A statement from the military said the 68-year-old ruler, in power for 30 years, had been killed “on the battlefield” after being injured fighting rebels but gave no further details.
Déby last week won a sixth term in presidential elections. The poll prompted an invasion by a Libya-based rebel group called the Force for Change and Concord in Chad (Fact), which military officials had said was repulsed at the weekend.
Officials had said the veteran politician would not give a victory speech after the polls because he had travelled to the frontlines to take charge of military operations.
“He died as he lived, as a free man, with a weapon in his hand,” Abderrahman Koulamallah, a former rebel and presidential adviser, told French radio network RFI.
Reports from N’Djamena, the capital, suggested that in the wake of Déby’s death, parliament has been dissolved and the government replaced by a transitional military council led by Déby’s 37-year-old son Mahamat Idriss Déby Itno, a general.
In a statement on national TV, a spokesperson, Azem Bermendao Agouna, issued a call to “to dialogue and peace … to all Chadians in the country and abroad in order to continue to build Chad together”.
“The national council of transition reassures the Chadian people that all measures have been taken to guarantee peace, security and the republican order,” he said, surrounded by officers.
N’Djamena remained calm but shops were being shuttered at the central Sog Galla market “in anticipation of chaos”, one resident told the Guardian.
Déby took control of the strategically located country in an armed rebellion in 1990. He was one of Africa’s longest-serving leaders and a close ally of western powers battling Islamist militants in west and central Africa.
But he has faced repeated insurgencies in the desert north and was also dealing with rising public discontent over his management of oil wealth and crackdowns on opponents.
Last Sunday, the rebels said they had captured garrisons near Chad’s northern borders with Niger and Libya “without resistance”.
Fact is based in Libya, where it has a non-aggression pact with Khalifa Haftar, the military strongman who controls much of the country’s east.
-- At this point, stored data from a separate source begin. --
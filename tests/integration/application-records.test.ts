import { execFileSync } from "node:child_process";
import { mkdtempSync, rmSync, writeFileSync } from "node:fs";
import { tmpdir } from "node:os";
import { join } from "node:path";
import Papa from "papaparse";
import { afterAll, beforeAll, describe, expect, it } from "vitest";
import { recordsCsv, RECORD_CSV_COLUMNS } from "~/domain/application-records-csv";
import { defaultBusinessSettings } from "~/domain/settings";
import { applicationRecords, readRecordQuery, type RecordFilters } from "~/models/application-records.server";
import { saveBusinessSettings } from "~/models/settings.server";
import { confirmRunSafetyCheck, confirmSupersOff, finishVisit, recordAirTemperature, recordTally, type FinishResult } from "~/models/tallies.server";
import { renderApplicationRecordsPdf } from "~/services/application-records-pdf.server";
import { db } from "~/services/db.server";
import { stopJobs } from "~/services/jobs.server";
import { ALL_SAFE, aCrew, aKey, aStop, type TestCrew, type TestStop } from "./crew-fixtures";
import { resetDatabase } from "./reset-database";

// Application records over a period built through the crew's own functions (safety check,
// supers off, one tally per colony, finish): every expected figure is recomputed here with
// SQL over the tally rows, or worked out by hand from the colonies the test made.

afterAll(async () => {
  await stopJobs();
  await db.destroy();
});

const FROM = "2026-11-02";
const TO = "2026-11-20";
const PERIOD: RecordFilters = { from: FROM, to: TO, crewId: null, customerId: null };
const TIME_ZONE = "America/Chicago"; // not the default, so the clock times must follow settings
const PRODUCT = "Records test product";
const REGISTRATION = "TEST-REG-4471";

let north: TestCrew;
let south: TestCrew;
const stops: Record<string, TestStop> = {};
const finished: Record<string, FinishResult> = {};

type Plan = {
  crew: () => TestCrew;
  date: string;
  colonies: number;
  broodBoxes?: (i: number) => number;
  skip?: string[];
  /** Which crew member (index) records each colony. */
  recorder?: (label: string) => number;
  finisher?: number;
  weather?: string | null;
  /** The air temperature the crew read at the yard, °C. */
  airTempC?: number;
  finish: boolean;
  customerOf?: string;
};

const PLANS: Record<string, Plan> = {
  // In the period, finished.
  v1: { crew: () => north, date: "2026-11-02", colonies: 3, finish: true, weather: "Frosty, still, -1 °C", airTempC: -1 },
  v2: {
    crew: () => north,
    date: "2026-11-02",
    colonies: 5,
    broodBoxes: (i) => (i % 2 === 1 ? 2 : 1),
    skip: ["H2"],
    recorder: (label) => (label === "H4" || label === "H5" ? 1 : 0),
    finish: true,
    weather: null,
  },
  v3: { crew: () => south, date: "2026-11-09", colonies: 4, broodBoxes: () => 2, skip: ["H1", "H4"], recorder: () => 1, finisher: 1, finish: true, weather: "Overcast\nwind NW 10 km/h", airTempC: 12.5, customerOf: "v1" },
  v4: { crew: () => south, date: "2026-11-15", colonies: 2, skip: ["H1", "H2"], finish: true, weather: "Rain later" },
  v5: { crew: () => north, date: TO, colonies: 1, broodBoxes: () => 3, finish: true, weather: "Mild" },
  // Outside the period, finished.
  before: { crew: () => north, date: "2026-11-01", colonies: 2, finish: true },
  after: { crew: () => south, date: "2026-11-21", colonies: 2, finish: true },
  // In the period, not finished.
  open: { crew: () => north, date: "2026-11-05", colonies: 2, finish: false },
};
const IN_PERIOD = ["v1", "v2", "v3", "v4", "v5"];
Mainly made up of the Saharan Goran people, it has clashed regularly with the Chadian army.
The Tibesti mountains near the Libyan frontier frequently see fighting between rebels and the army. French air strikes were needed to stop an incursion there in early 2019.
In February 2008, a rebel assault reached the gates of the presidential palace before being pushed back with French backing.
The unrest has raised alarm bells among western countries, which saw Déby as an important ally in the fight against Islamist extremist groups, including Boko Haram in the Lake Chad Basin and groups linked to al-Qaida and Islamic State in the Sahel.
His death will underline the growing instability of the Sahel region, where a complex combination of economic, social, political and environmental factors is fuelling a series of crises.
However the family succession and continuing presence of the military at the heart of power may reassure nervous allies such as France and the US, observers said.
France had based its extensive Sahel counter-terrorism operations in N’Djamena. Chad, a former French colony, had announced in February the deployment of 1,200 troops to complement 5,100 French soldiers in the area.